■ Excerpted data
def separate_machine_records(machine_path, folder, seed=11, noise_pct=0.2, converter_path=None, prefix=""):
    """The full set of test records for a separately excited machine (the demo and the round
    trip): nameplate, open-circuit at two speeds, armature V-I, field step, armature step,
    heat-run readings, no-load losses, run-downs alone and coupled, and (with a current-source
    converter) an acceleration. Returns {record kind: [paths]} as build() takes them."""
    folder = Path(folder)
    folder.mkdir(parents=True, exist_ok=True)
    rng = np.random.default_rng(seed)
    v = load("machine", machine_path).values
    name = prefix or Path(machine_path).stem
    out: dict[str, list] = {}

    def put(kind, fname, cols, meta=None, notes=()):
        path = write_record(folder / f"{name}_{fname}.csv", kind, cols, meta,
                            ("invented demo data: made by running dcrig's model with seeded noise",) + tuple(notes))
        out.setdefault(kind, []).append(path)

    put("nameplate", "nameplate", {k: [val] for k, val in _nameplate_row(v).items()})
    n_r = v["machine.rated_speed_rpm"]
    xs = v["machine.magnetization.field_current_A"]
    i_top = xs[-1]
    i_pts = [0.0] + [float(x) for x in np.linspace(i_top / 14, i_top, 14)]
    put("open-circuit", "open_circuit", open_circuit(machine_path, i_pts, [n_r, 0.8 * n_r], rng, noise_pct),
        notes=("driven at two speeds; field raised point by point",))
    t_cold = v["machine.thermal.ambient_C"]
    i_r = v["machine.rated_current_A"]
    put("resistance", "armature_vi", resistance_vi(machine_path, [f * i_r for f in (0.1, 0.25, 0.4, 0.55, 0.7, 0.85, 1.0)], t_cold, rng, noise_pct),
        {"winding_temp_C": t_cold, "brushes": 1}, ("rotor locked, field off",))
    rf_hot = resistance_at(v["machine.field_resistance_ohm"], v["machine.resistance_ref_C"], v["machine.field_temp_C"])
    tau_f = (v["machine.field_inductance_H"] + v["machine.field_leakage_H"]) / rf_hot
    put("field-step", "field_step", field_step(machine_path, rf_hot * v["machine.rated_field_current_A"], 0.1 + 4 * tau_f,
                                               max(tau_f / 400, 1e-3), rng, noise_pct),
        {"winding_temp_C": v["machine.field_temp_C"]}, ("armature open, rotor at rest; step to rated field voltage",))
    ra_c = ra_at(v, t_cold)
    tau_a = v["machine.la_H"] / ra_c
    put("armature-step", "armature_step", armature_step(machine_path, 2.0 + 0.3 * i_r * ra_c, 0.01 + 8 * tau_a, tau_a / 200, rng,
                                                        noise_pct, winding_temp_C=t_cold),
        {"winding_temp_C": t_cold}, ("rotor locked, field off",))
    hot = t_cold + v["machine.thermal.rated_rise_K"]
    r_cold = cold_resistance(machine_path, t_cold, rng, noise_pct / 2)
    put("temperature", "heat_run", hot_resistance(machine_path, hot, [15.0, 30.0, 45.0, 60.0], rng, noise_pct / 2),
        {"cold_resistance_ohm": r_cold, "cold_temp_C": t_cold, "coolant_temp_C": t_cold, "test_current_A": i_r},
        ("readings after a rated-current heat run; two-current method across the winding",))
    vr = v["machine.rated_voltage_V"]
    put("losses", "no_load", no_load_losses(machine_path, [0.3 * vr, 0.45 * vr, 0.6 * vr, 0.75 * vr, 0.9 * vr], t_cold, rng, noise_pct),
        {"armature_circuit_ohm": ra_c, "brush_drop_V": 2.0}, ("steady no-load runs, field at rated",))
    for coupled, fname in ((False, "run_down_motor"), (True, "run_down_coupled")):
        j = v["mechanics.inertia_kgm2"] + (v["mechanics.load_inertia_kgm2"] if coupled else 0.0)
        w = vr / load_plant_kphi(machine_path)
        t_stop = j * w / max(v["mechanics.coulomb_Nm"] + v["mechanics.viscous_Nm_per_rad_s"] * w, 1e-9)
        put("run-down", fname, run_down(machine_path, vr, min(1.2 * t_stop, 60.0), max(t_stop / 600, 5e-3), rng, noise_pct, coupled),
            {"coupled": 1 if coupled else 0}, ("armature opened at rated voltage no-load speed, field held",))
    if converter_path:
        t_acc = 0.6 * v["mechanics.inertia_kgm2"] * n_r * RPM / (load_plant_kphi(machine_path) * 0.5 * i_r)
        put("acceleration", "acceleration", acceleration(machine_path, converter_path, 0.5 * i_r, t_acc, t_acc / 400, rng, noise_pct, t_cold),
            {"armature_circuit_ohm": ra_c, "brush_drop_V": 2.0, "coupled": 0}, ("half rated current from rest, ideal current source",))
    return out


def load_plant_kphi(machine_path) -> float:
    return pack(load("machine", machine_path)).derived["flux_constant_Vs"]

■ Your objective
Find the line that contains "def load_plant_kphi(machine_path) ->". Restate it and all lines after it exactly, ending with the final line of the data.

■ Response area
def load_plant_kphi(machine_path) -> float:
    return pack(load("machine", machine_path)).derived["flux_constant_Vs"]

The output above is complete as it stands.